Mother Croatia (Mati Hrvatska) is the national personification of Croatia. She is seen as a national symbol and represents the historic concept of Croatia as the motherland of the Croat people, Croatian citizens and the Croatian diaspora. Mother Croatia is a significant symbol of Croatian nationalism and its geopolitical influence throughout Southeast Europe. She is often cast in a protective capacity, seen as defending or otherwise nurturing her homeland.

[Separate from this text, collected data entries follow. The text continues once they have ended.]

"""Dimensions of standard round winding wires as printed, in the units in which they are printed.

NEMA MW 1000 (AWG sizes, mil): the bare diameters of AWG 20 to 40, the least increase by the
enamel and the largest overall diameter of the single build follow a wire maker's reproduction of
the standard; the heavy build from AWG 24 and all of AWG 41 to 46 follow an open data set of
standard wires that reproduces the same standard in millimetres.

IEC 60317-0-1 (metric sizes, µm): overall diameters to 500 µm follow the same open data set and,
where they were compared, a second wire maker's table; above that, the standard's table of least
increase and largest overall diameter. Intermediate sizes above 500 µm (530, 600, 670, 750, 850,
950) take the allowances of the next larger size, as the standard lets intermediate sizes do.
"""

from typing import Final, NamedTuple


class NemaRow(NamedTuple):
    """One AWG size: bare least/nominal/largest and overall least/largest by build, in mil."""

    bare: tuple[float, float, float]
    single: tuple[float, float]
    heavy: tuple[float, float]


class IecRow(NamedTuple):
    """One metric size, in µm.

    `tolerance` of the bare diameter is None where the standard limits the resistance instead.
    """

    tolerance: float | None
    grade_1: tuple[float, float]
    grade_2: tuple[float, float]


NEMA_MW_1000: Final[dict[int, NemaRow]] = {
    20: NemaRow((31.7, 32.0, 32.2), (32.9, 33.9), (34.0, 35.2)),
    21: NemaRow((28.2, 28.5, 28.6), (29.3, 30.3), (30.4, 31.6)),
    22: NemaRow((25.0, 25.3, 25.4), (26.1, 27.0), (27.1, 28.1)),
    23: NemaRow((22.4, 22.6, 22.7), (23.4, 24.3), (24.4, 25.4)),
    24: NemaRow((19.9, 20.1, 20.2), (20.9, 21.7), (21.8, 22.7)),
    25: NemaRow((17.7, 17.9, 18.0), (18.6, 19.4), (19.5, 20.3)),
    26: NemaRow((15.7, 15.9, 16.0), (16.6, 17.3), (17.4, 18.2)),
    27: NemaRow((14.1, 14.2, 14.3), (14.9, 15.6), (15.7, 16.4)),
    28: NemaRow((12.5, 12.6, 12.7), (13.3, 14.0), (14.1, 14.7)),
    29: NemaRow((11.2, 11.3, 11.4), (11.9, 12.6), (12.7, 13.3)),
    30: NemaRow((9.9, 10.0, 10.1), (10.6, 11.2), (11.3, 11.9)),
    31: NemaRow((8.8, 8.9, 9.0), (9.4, 10.0), (10.1, 10.8)),
    32: NemaRow((7.9, 8.0, 8.1), (8.5, 9.1), (9.1, 9.8)),
    33: NemaRow((7.0, 7.1, 7.2), (7.5, 8.1), (8.1, 8.8)),
    34: NemaRow((6.2, 6.3, 6.4), (6.7, 7.2), (7.2, 7.8)),
    35: NemaRow((5.5, 5.6, 5.7), (5.9, 6.4), (6.4, 7.0)),
    36: NemaRow((4.9, 5.0, 5.1), (5.3, 5.8), (5.7, 6.3)),
    37: NemaRow((4.4, 4.5, 4.6), (4.7, 5.2), (5.2, 5.7)),
    38: NemaRow((3.9, 4.0, 4.1), (4.2, 4.7), (4.6, 5.1)),
    39: NemaRow((3.4, 3.5, 3.6), (3.6, 4.1), (4.0, 4.5)),
    40: NemaRow((3.0, 3.1, 3.2), (3.2, 3.7), (3.6, 4.0)),
    41: NemaRow((2.7, 2.8, 2.9), (2.9, 3.3), (3.2, 3.6)),
    42: NemaRow((2.4, 2.5, 2.6), (2.6, 3.0), (2.8, 3.2)),
    43: NemaRow((2.1, 2.2, 2.3), (2.3, 2.6), (2.5, 2.9)),
    44: NemaRow((1.9, 2.0, 2.1), (2.1, 2.4), (2.3, 2.7)),
    45: NemaRow((1.69, 1.76, 1.83), (1.79, 2.05), (1.99, 2.30)),
    46: NemaRow((1.51, 1.57, 1.64), (1.61, 1.85), (1.81, 2.10)),
}

# The largest heavy-build diameter of AWG 20 to 23 was not seen in print. It is the seen nominal
# plus as much as the nominal exceeds the least, which holds for every finer printed row.
NEMA_HEAVY_BY_RULE: Final = frozenset({20, 21, 22, 23})

IEC_60317_0_1: Final[dict[float, IecRow]] = {
    20: IecRow(None, (22, 24), (25, 27)),
    21: IecRow(None, (23, 26), (27, 28)),
    22: IecRow(None, (24, 27), (28, 30)),
    23: IecRow(None, (25, 28), (29, 31)),
    24: IecRow(None, (26, 29), (30, 32)),
    25: IecRow(None, (28, 31), (32, 34)),
    27: IecRow(None, (30, 33), (34, 36)),
    28: IecRow(None, (31, 34), (35, 38)),
    30: IecRow(None, (33, 37), (38, 41)),
    32: IecRow(None, (35, 39), (40, 43)),
    34: IecRow(None, (37, 41), (42, 46)),
    36: IecRow(None, (40, 44), (45, 49)),
    38: IecRow(None, (42, 46), (47, 51)),
    40: IecRow(None, (44, 49), (50, 54)),
    43: IecRow(None, (47, 52), (53, 58)),
    45: IecRow(None, (50, 55), (56, 61)),
    48: IecRow(None, (53, 59), (60, 64)),  # a national adoption prints 65 for the largest grade 2
    50: IecRow(None, (55, 60), (61, 66)),
    53: IecRow(None, (58, 64), (65, 70)),
    56: IecRow(None, (62, 67), (68, 74)),
    60: IecRow(None, (66, 72), (73, 79)),
    63: IecRow(None, (69, 76), (77, 83)),
    67: IecRow(3, (74, 80), (81, 88)),
    70: IecRow(3, (77, 83), (84, 90)),
    71: IecRow(3, (78, 84), (85, 91)),
    75: IecRow(3, (82, 89), (90, 95)),
    80: IecRow(3, (87, 94), (95, 101)),
    85: IecRow(3, (93, 100), (101, 107)),
    90: IecRow(3, (98, 105), (106, 113)),
    95: IecRow(3, (103, 111), (112, 119)),
    100: IecRow(3, (108, 117), (118, 125)),
    106: IecRow(3, (115, 123), (124, 132)),
    110: IecRow(3, (119, 128), (129, 137)),
    112: IecRow(3, (121, 130), (131, 139)),
    118: IecRow(3, (128, 136), (137, 145)),
    120: IecRow(3, (130, 138), (139, 148)),
    125: IecRow(3, (135, 144), (145, 154)),
    130: IecRow(3, (141, 150), (151, 160)),
    132: IecRow(3, (143, 152), (153, 162)),
    140: IecRow(3, (151, 160), (161, 171)),
    150: IecRow(3, (162, 171), (172, 182)),
    160: IecRow(3, (172, 182), (183, 194)),
    170: IecRow(3, (183, 194), (195, 205)),
    180: IecRow(3, (193, 204), (205, 217)),
    190: IecRow(3, (204, 216), (217, 228)),
    200: IecRow(3, (214, 226), (227, 239)),
    212: IecRow(3, (227, 240), (241, 254)),
    224: IecRow(3, (239, 252), (253, 266)),
    236: IecRow(4, (253, 267), (268, 283)),
    250: IecRow(4, (267, 281), (282, 297)),
    265: IecRow(4, (283, 297), (298, 314)),
    280: IecRow(4, (298, 312), (313, 329)),
    300: IecRow(4, (319, 334), (335, 352)),
    315: IecRow(4, (334, 349), (350, 367)),
    335: IecRow(4, (355, 372), (373, 391)),
    355: IecRow(4, (375, 392), (393, 411)),
    375: IecRow(5, (396, 414), (415, 434)),
    400: IecRow(5, (421, 439), (440, 459)),
    425: IecRow(5, (447, 466), (467, 488)),
    450: IecRow(5, (472, 491), (492, 513)),
    475: IecRow(5, (499, 519), (520, 541)),
    500: IecRow(5, (524, 544), (545, 566)),
    530: IecRow(6, (555, 576), (577, 600)),
    560: IecRow(6, (585, 606), (607, 630)),
    600: IecRow(6, (627, 649), (650, 674)),
    630: IecRow(6, (657, 679), (680, 704)),
    670: IecRow(7, (698, 722), (723, 749)),
    710: IecRow(7, (738, 762), (763, 789)),
    750: IecRow(8, (780, 805), (806, 834)),
    800: IecRow(8, (830, 855), (856, 884)),
    850: IecRow(9, (882, 909), (910, 939)),
    900: IecRow(9, (932, 959), (960, 989)),
    950: IecRow(10, (984, 1012), (1013, 1044)),
    1000: IecRow(10, (1034, 1062), (1063, 1094)),
}

IEC_OVERALL_BY_RULE: Final = frozenset({530, 600, 670, 750, 850, 950})

# Resistance limits printed by a wire maker after the standard, ohm/m at 20 °C (least, largest).
IEC_RESISTANCE_LIMITS: Final[dict[float, tuple[float, float]]] = {
    30: (21.76, 26.60),
    32: (19.13, 23.38),
    38: (13.6105, 16.5346),
    40: (12.28, 14.92),
    45: (9.705, 11.79),
    50: (7.922, 9.489),
    53: (7.0509, 8.4456),
    56: (6.316, 7.565),
    60: (5.562, 6.529),
    63: (5.045, 5.922),
}

# The other sizes that are limited by resistance: nominal ± this share, up to and including the
# size. The printed rows above have exactly these shares; where the share changes between two
# printed rows (at 34 and 36 µm, and at 48 µm) the place of the change is from memory.
IEC_RESISTANCE_SHARES: Final[tuple[tuple[float, float], ...]] = (
    (34, 0.100),
    (45, 0.097),
    (56, 0.090),
    (63, 0.080),
)
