"""The former that a coil is wound on: a rounded rectangle with flanges."""

import math
from dataclasses import dataclass

from service.physics.arguments import non_negative, positive
from service.physics.section import WindingSection


@dataclass(frozen=True, slots=True)
class Former:
    """A former, lengths in m.

    Attributes:
        straight_x, straight_y: straight sides of the innermost turn; both 0 for a round former.
        corner_radius: of the innermost turn (half the diameter of a round former).
        winding_height: between the flanges, or of the winding where there are none.
        flange_build: depth that the flanges (or a gap) leave for the winding; None for no limit.
    """

    straight_x: float
    straight_y: float
    corner_radius: float
    winding_height: float
    flange_build: float | None = None

    def __post_init__(self) -> None:
        non_negative("straight_x", self.straight_x)
        non_negative("straight_y", self.straight_y)
        non_negative("corner_radius", self.corner_radius)
        positive("winding_height", self.winding_height)
        if self.flange_build is not None:
            positive("flange_build", self.flange_build)
        if self.straight_x == self.straight_y == 0.0 and self.corner_radius == 0.0:
            raise ValueError("corner_radius must be positive without straight sides, got 0")

    def turn_length(self, build: float) -> float:
        """Length in m of the turn whose middle lies `build` m outside the former.

        Straight sides keep their length, corners become quarter circles of radius
        corner_radius + build. Wire on long straight sides bows outward a little; a bow of 0.5 mm
        on 50 mm adds 13 µm and is left out.
        """
        straight = 2.0 * (self.straight_x + self.straight_y)
        return straight + 2.0 * math.pi * (self.corner_radius + non_negative("build", build))

    def section(self, build: float, height: float | None = None) -> WindingSection:
        """Winding of the given build in m on this former, filling the height unless given."""
        return WindingSection(
            self.straight_x,
            self.straight_y,
            self.corner_radius,
            self.corner_radius + positive("build", build),
            self.winding_height if height is None else height,
        )
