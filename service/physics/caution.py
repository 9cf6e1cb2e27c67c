"""What a prediction warns of: a code for programs and a sentence for people."""

from dataclasses import dataclass


@dataclass(frozen=True, slots=True)
class Caution:
    """One warning. Codes are lower-case words joined by hyphens and never change their meaning."""

    code: str
    sentence: str
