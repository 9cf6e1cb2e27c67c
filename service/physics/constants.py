"""Constants of nature that more than one physics module needs."""

import math
from typing import Final

# H/m. Since 2019 this is a measured quantity; the exact old value, on which every published
# inductance table rests, differs from CODATA 2022 by 1.3e-10 relative.
MAGNETIC_CONSTANT: Final = 4e-7 * math.pi
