"""Resistance of a winding: wire per metre, stretch by tension, temperature, leads, cooling."""

import math
from dataclasses import dataclass
from typing import Final

from service.physics.arguments import non_negative, positive
from service.physics.uncertainty import Estimate
from service.physics.wire import COPPER, Conductor, StandardWire, resistance_at

# IEC 60851-5 asks 0.5 % of the method that measures a wire's resistance per length.
SPOOL_RELATIVE_UNCERTAINTY: Final = 0.005
# A wire maker's rule for annealed copper, 10 000 lbf/in2; working tension is 50 to 80 % of it.
COPPER_TENSION_STRESS: Final = 68.9e6
# Aluminium bears about half of copper's tension; common practice, no source.
_ALUMINIUM_TENSION_SHARE: Final = 0.5
_COPPER_MODULUS: Final = 117e9
_ALUMINIUM_MODULUS: Final = 69e9
# Ramberg and Osgood's law: 0.2 % permanent strain at the yield stress. The exponent of annealed
# copper is about 5 (common practice, no source).
_STRAIN_AT_YIELD: Final = 0.002
_HARDENING: Final = 5.0
# Elongation at break of fine wire, about 0.05 to 0.07 mm (IEC 60317 family): the law ends here.
BREAKING_STRAIN: Final = 0.10
# What is known of the stretch before coils are measured: half of itself, and bends at corners.
_STRETCH_RELATIVE_UNCERTAINTY: Final = 0.5
_STRETCH_LEAST_UNCERTAINTY: Final = 5e-4


def resistance_per_metre_estimate(
    wire: StandardWire, spool: float | None = None, spool_uncertainty: float | None = None
) -> Estimate:
    """Return a wire's resistance per metre at 20 °C and what is known of it.

    Args:
        wire: as the standard allows it.
        spool: measured on the spool itself, ohm/m at 20 °C; None if not measured.
        spool_uncertainty: standard uncertainty of that, ohm/m; 0.5 % of it if None.

    Returns:
        The spool's own value; else the standard's nominal with the permitted band from least to
        largest as a rectangular distribution, standard uncertainty half its width over sqrt(3)
        (JCGM 100, 4.3.7).

    Raises:
        ValueError: a value not positive.
    """
    if spool is None:
        half = (wire.resistance_max - wire.resistance_min) / 2.0
        return Estimate(wire.resistance_nominal, half / math.sqrt(3.0))
    value = positive("spool", spool)
    if spool_uncertainty is None:
        return Estimate(value, SPOOL_RELATIVE_UNCERTAINTY * value)
    return Estimate(value, non_negative("spool_uncertainty", spool_uncertainty))


def tension_limit(conductor_diameter: float, conductor: Conductor = COPPER) -> float:
    """Return the largest winding tension in N for a bare diameter in m.

    Copper: 68.9 MPa times the conductor's area (a wire maker's published rule for annealed
    wire). Aluminium half of it; copper-clad aluminium between them by its density. A guide for
    the shop, not a property of the wire: nicks, kinks and jerks break wire far below it.
    """
    diameter = positive("conductor_diameter", conductor_diameter)
    share = _ALUMINIUM_TENSION_SHARE + (1.0 - _ALUMINIUM_TENSION_SHARE) * _copper_share(conductor)
    return COPPER_TENSION_STRESS * share * math.pi / 4.0 * diameter * diameter


def stretch_by_tension(
    tension: float, conductor_diameter: float, conductor: Conductor = COPPER
) -> Estimate:
    """Return the relative elongation of wire laid under tension.

    Args:
        tension: at the coil, N.
        conductor_diameter: bare, m.
        conductor: its material.

    Returns:
        Elastic strain plus permanent strain by Ramberg and Osgood's law (NACA TN 902, 1943)
        with the tension limit as yield stress: 0.2 % there, 0.04 % at 0.7 of it, and steeply
        more above. At most 10 %, where fine wire breaks. Standard uncertainty half of it, and
        not below 0.05 %: a prior, to be replaced by what measured coils show.

    Raises:
        ValueError: negative tension, or a diameter not positive.
    """
    pull = non_negative("tension", tension)
    limit = tension_limit(conductor_diameter, conductor)
    area = math.pi / 4.0 * conductor_diameter * conductor_diameter
    share = _copper_share(conductor)
    modulus = _ALUMINIUM_MODULUS + (_COPPER_MODULUS - _ALUMINIUM_MODULUS) * share
    # Ten times the limit is far beyond the breaking strain; the cap keeps the power finite.
    permanent = _STRAIN_AT_YIELD * min(pull / limit, 10.0) ** _HARDENING
    strain = min(pull / area / modulus + permanent, BREAKING_STRAIN)
    doubt = max(_STRETCH_RELATIVE_UNCERTAINTY * strain, _STRETCH_LEAST_UNCERTAINTY)
    return Estimate(strain, doubt)


def _copper_share(conductor: Conductor) -> float:
    """0 for aluminium, 1 for copper, by density."""
    light, heavy = 2703.0, COPPER.density
    return min(max((conductor.density - light) / (heavy - light), 0.0), 1.0)


def winding_resistance(
    wire_length: float,
    resistance_per_metre: float,
    *,
    stretch: float = 0.0,
    temperature: float = 20.0,
    temperature_coefficient_20: float = COPPER.temperature_coefficient_20,
    lead_resistance: float = 0.0,
) -> float:
    """Return the direct-current resistance of a winding in ohm.

    Args:
        wire_length: laid, the sum of the turns' lengths, m.
        resistance_per_metre: of the wire before winding, at 20 °C, ohm/m.
        stretch: relative elongation of the wire by winding.
        temperature: of the coil, °C.
        temperature_coefficient_20: per kelvin, referred to 20 °C.
        lead_resistance: of leads and joints, ohm, as it is.

    Returns:
        length times ohm/m times (1 + stretch) times (1 + alpha (t - 20 °C)), plus leads.

    Raises:
        ValueError: an impossible argument.

    Stretch acts once: the laid length is set by the former, and the wire in it is thinner by
    1/(1 + stretch) at constant volume. (A given piece of wire that is stretched is longer as
    well, and its resistance goes with the square.) The wire drawn from the spool is the laid
    length over 1 + stretch: see `spool_length`.
    """
    laid = positive("wire_length", wire_length)
    per_metre = positive("resistance_per_metre", resistance_per_metre)
    strain = non_negative("stretch", stretch)
    leads = non_negative("lead_resistance", lead_resistance)
    cold = laid * per_metre * (1.0 + strain)
    return resistance_at(cold, 20.0, temperature, temperature_coefficient_20) + leads


def spool_length(wire_length: float, stretch: float = 0.0) -> float:
    """Return the length in m that a laid wire length (m) takes off the spool."""
    return positive("wire_length", wire_length) / (1.0 + non_negative("stretch", stretch))


def conductor_mass(
    wire_length: float, conductor_area: float, conductor: Conductor = COPPER, stretch: float = 0.0
) -> float:
    """Return the mass in kg of the bare conductor in a winding.

    Args:
        wire_length: laid, m.
        conductor_area: of the wire before winding, m2.
        conductor: its material.
        stretch: relative elongation by winding.

    Enamel adds 5 to 15 % on fine wire (common practice) and is not in it.
    """
    area = positive("conductor_area", conductor_area)
    return spool_length(wire_length, stretch) * area * conductor.density


@dataclass(frozen=True, slots=True)
class Settled:
    """Where the resistance of a cooling coil is heading."""

    resistance: float
    still_to_fall: float


def settled_resistance(
    first: float, second: float, elapsed: float, time_constant: float
) -> Settled:
    """Return what a warm coil will read when it has cooled, from two readings.

    Args:
        first, second: readings, ohm.
        elapsed: time between them, s.
        time_constant: of the coil's cooling in its place, s.

    Returns:
        The settled resistance in ohm, and how far the second reading lies above it.

    Raises:
        ValueError: an impossible argument.

    Newton's cooling: the excess over the room falls as exp(-t/tau). Good for small excess and a
    coil at one temperature throughout; the core of a potted coil lags. Wait at least one time
    constant: after a tenth of one, an error of a reading counts ten times.
    """
    one, two = positive("first", first), positive("second", second)
    share = math.exp(-positive("elapsed", elapsed) / positive("time_constant", time_constant))
    if share == 1.0:
        raise ValueError(f"elapsed is too short for the time constant, got {elapsed!r}")
    settled = (two - one * share) / (1.0 - share)
    if settled <= 0.0:
        raise ValueError(f"first and second do not belong to one cooling, got {one!r}, {two!r}")
    return Settled(settled, two - settled)
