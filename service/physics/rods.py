"""How one magnetic rod answers an applied field: its axisymmetric modes.

In a rod of uniform susceptibility the magnetisation has no divergence, so it is known by the flux
function on the surface. Two quadratic forms decide it: W, the least square integral of the
magnetisation over the rod for a given flux through its surface, and V, the energy of the surface
charge. Their common eigenvectors are the modes of the rod; the eigenvalue of a mode is its
demagnetising factor, between 0 and 1, and a mode driven by h answers with h / (1/chi + factor).

In a conducting rod the interior solves the diffusion equation in addition; its answer is then a
full matrix in the same modes, and the end effects of eddy currents are in it.

Lengths are in radii of the rod throughout.
"""

import math
from functools import cached_property, lru_cache
from typing import Final

import numpy as np
import numpy.typing as npt
import scipy

from service.physics.rod_charges import charge_interaction, flux_at
from service.physics.rod_mesh import Floats, RodMesh, RodShape

Complexes = npt.NDArray[np.complex128]

_LOAD_NODES: Final = 4


class RodModes:
    """The modes of one rod shape.

    Attributes:
        mesh: elements and path.
        factors: demagnetising factor of each mode.
        shapes: psi at the path's unknowns for each mode (a column each); the square integral of
            each mode's magnetisation is 1.
    """

    def __init__(self, shape: RodShape) -> None:
        self.mesh = RodMesh(shape)
        volume_form = self._volume_form()
        factors, shapes = scipy.linalg.eigh(
            charge_interaction(self.mesh), volume_form, driver="gvd", check_finite=False
        )
        self.factors: Floats = np.clip(factors, 0.0, 1.0)
        self.shapes: Floats = shapes
        radius, height, radial, axial = flux_at(self.mesh, _LOAD_NODES)
        self.load_radius, self.load_height = radius, height
        self.load_radial: Floats = shapes.T @ radial
        self.load_axial: Floats = shapes.T @ axial

    def _volume_form(self) -> Floats:
        """Least integral of M squared for given psi on the path, in the path's unknowns."""
        mesh = self.mesh
        axial_mass, axial_stiffness = mesh.axial.mass(), mesh.axial.stiffness()
        radial_mass = mesh.radial.mass_over_twice_x()
        radial_stiffness = 2.0 * mesh.radial.stiffness()[1:, 1:]
        # Modes of the interior with psi = 0 on the surface: products of these.
        squares, across = scipy.linalg.eigh(radial_stiffness[:-1, :-1], radial_mass[:-1, :-1])
        heights, along = scipy.linalg.eigh(axial_stiffness[1:-1, 1:-1], axial_mass[1:-1, 1:-1])
        self._interior: Floats = (squares[:, None] + heights).ravel()

        def to_interior(matrix_radial: Floats, matrix_axial: Floats) -> Floats:
            """Rows: interior modes; columns: the path's unknowns."""
            inner_radial = across.T @ matrix_radial[:-1]
            inner_axial = along.T @ matrix_axial[1:-1]
            lower = np.einsum("aj,c->acj", inner_radial[:, :-1], inner_axial[:, 0])
            side = np.einsum("a,ck->ack", inner_radial[:, -1], inner_axial)
            upper = np.einsum("aj,c->acj", inner_radial[:, -2::-1], inner_axial[:, -1])
            whole = np.concatenate((lower, side, upper), axis=2)
            return whole.reshape(len(self._interior), -1)

        def on_path(matrix_radial: Floats, matrix_axial: Floats) -> Floats:
            last, top = len(matrix_radial) - 1, len(matrix_axial) - 1
            j = np.concatenate(
                (np.arange(last), np.full(top + 1, last), np.arange(last - 1, -1, -1))
            )
            k = np.concatenate((np.zeros(last), np.arange(top + 1), np.full(last, top))).astype(
                np.intp
            )
            both: Floats = matrix_radial[np.ix_(j, j)] * matrix_axial[np.ix_(k, k)]
            return both

        inner_energy = to_interior(radial_stiffness, axial_mass) + to_interior(
            radial_mass, axial_stiffness
        )
        inner_mass = to_interior(radial_mass, axial_mass)
        self._path_mass = on_path(radial_mass, axial_mass) - inner_mass.T @ inner_mass
        relaxed = inner_energy / self._interior[:, None]
        self._inner_mass = relaxed - inner_mass
        path_energy = on_path(radial_stiffness, axial_mass) + on_path(radial_mass, axial_stiffness)
        form: Floats = 2.0 * math.pi * (path_energy - inner_energy.T @ relaxed)
        return form

    @cached_property
    def _eddy_forms(self) -> tuple[Floats, Floats]:
        """Square integral of psi / rho over the rod, for the modes: what eddy currents act on.

        The first part is instant; the second (rows: interior modes) dies away with frequency as
        the field is pushed out of the interior.
        """
        shapes = self.shapes * math.sqrt(2.0 * math.pi)
        return shapes.T @ self._path_mass @ shapes, self._inner_mass @ shapes

    def drive(self, radial: Floats, axial: Floats) -> Floats:
        """Return the drive of each mode by a field given at `load_radius`, `load_height`."""
        return self.load_radial @ radial + self.load_axial @ axial

    def static_answer(self, susceptibility: float) -> Floats:
        """Return the amplitude of each mode for a drive of one (the matrix is diagonal)."""
        return susceptibility / (1.0 + susceptibility * self.factors)

    def conducting_answer(self, susceptibility: float, diffusion: float) -> Complexes:
        """Return the matrix from drives to amplitudes of a rod that carries eddy currents.

        Args:
            susceptibility: of the rod's material.
            diffusion: angular frequency times magnetic constant times conductivity times square
                of the radius; dimensionless.

        The interior's matrix S = 1/mu + j diffusion E takes the flux function of B on the surface
        to the tangential H. With S (f + m) = f, where f = h - factor m is the flux of the field
        that would be there without the rod's own material, the amplitudes m follow.
        """
        at_once, interior = self._eddy_forms
        permeability = 1.0 + susceptibility
        left = self._interior / (self._interior + 1j * (diffusion * permeability))
        eddy = np.asarray(at_once + interior.T @ (left[:, None] * interior), dtype=np.complex128)
        eddy *= 1j * diffusion
        unit = np.eye(len(eddy))
        rest = susceptibility / permeability * unit - eddy
        held = unit / permeability + eddy + rest * self.factors
        answer = np.linalg.solve(held, rest)
        return np.asarray(0.5 * (answer + answer.T), dtype=np.complex128)


@lru_cache(maxsize=32)
def rod_modes(shape: RodShape) -> RodModes:
    """Return the modes of a rod shape; the last shapes asked for are kept."""
    return RodModes(shape)
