"""The shape of a coil: a winding of rectangular section around a rounded rectangle."""

import math
from dataclasses import dataclass

from service.physics.arguments import non_negative, positive


@dataclass(frozen=True, slots=True)
class WindingSection:
    """A coil around a former in the shape of a rounded rectangle, lengths in m.

    The innermost turn consists of four straight sides and four quarter circles; a turn that lies
    `u` further out keeps the straight sides and has quarter circles of radius inner_radius + u.
    With both straights 0 the coil is circular; with one it is a racetrack.

    Attributes:
        straight_x, straight_y: straight sides along x and along y.
        inner_radius: corner radius of the innermost turn (of the coil itself when circular).
        outer_radius: corner radius of the outermost turn.
        height: along the axis, between the flanges.
    """

    straight_x: float
    straight_y: float
    inner_radius: float
    outer_radius: float
    height: float

    def __post_init__(self) -> None:
        checked = {
            "straight_x": non_negative("straight_x", self.straight_x),
            "straight_y": non_negative("straight_y", self.straight_y),
            "inner_radius": non_negative("inner_radius", self.inner_radius),
            "outer_radius": positive("outer_radius", self.outer_radius),
            "height": positive("height", self.height),
        }
        for name, value in checked.items():
            object.__setattr__(self, name, value)
        if self.outer_radius <= self.inner_radius:
            raise ValueError(
                f"outer_radius must exceed inner_radius ({self.inner_radius!r}), "
                f"got {self.outer_radius!r}"
            )

    @property
    def build(self) -> float:
        """Depth of the winding on each side, m."""
        return self.outer_radius - self.inner_radius

    @property
    def mean_radius(self) -> float:
        """Corner radius of the mean turn, m."""
        return (self.inner_radius + self.outer_radius) / 2.0

    @property
    def mean_turn_length(self) -> float:
        """Length of the mean turn, m; also the mean length of turns spread evenly."""
        return self.turn_length(self.build / 2.0)

    @property
    def area(self) -> float:
        """Area of the winding's section on one side, m2."""
        return self.build * self.height

    @property
    def is_circular(self) -> bool:
        """Whether the turns are plain circles."""
        return self.straight_x == 0.0 and self.straight_y == 0.0

    def turn_length(self, build: float) -> float:
        """Length in m of the turn that lies `build` m outside the innermost one."""
        straight = 2.0 * (self.straight_x + self.straight_y)
        return straight + 2.0 * math.pi * (self.inner_radius + non_negative("build", build))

Since the 19th-century Illyrian movement she has been emblematic of Croatian statehood, national identity, and the independence of Croatia. She is depicted throughout Croatian culture as well as displayed in many places in Croatia and its neighboring countries. Croatia's complex nation-building has led to variants of Mother Croatia over time, such as Mother Dalmatia, reflecting the country's Dalmatian coast.

==Background==
The nation of Croatia has historically been portrayed as a motherland, and is often personified as a female figure evoking the traditional woman's role as a mother and nurturer. During the Illyrian movement in the 19th century, many prominent writers and intellectuals used the figure of Mother Croatia to represent the Croat people, especially in favor of nationhood and against Hungarian authority. Writer Mijo Krešić wrote in response to the increasing Hungarian threat to the Croatian town Varaždin, "The Hun rejoices, but Mother Croatia laments!"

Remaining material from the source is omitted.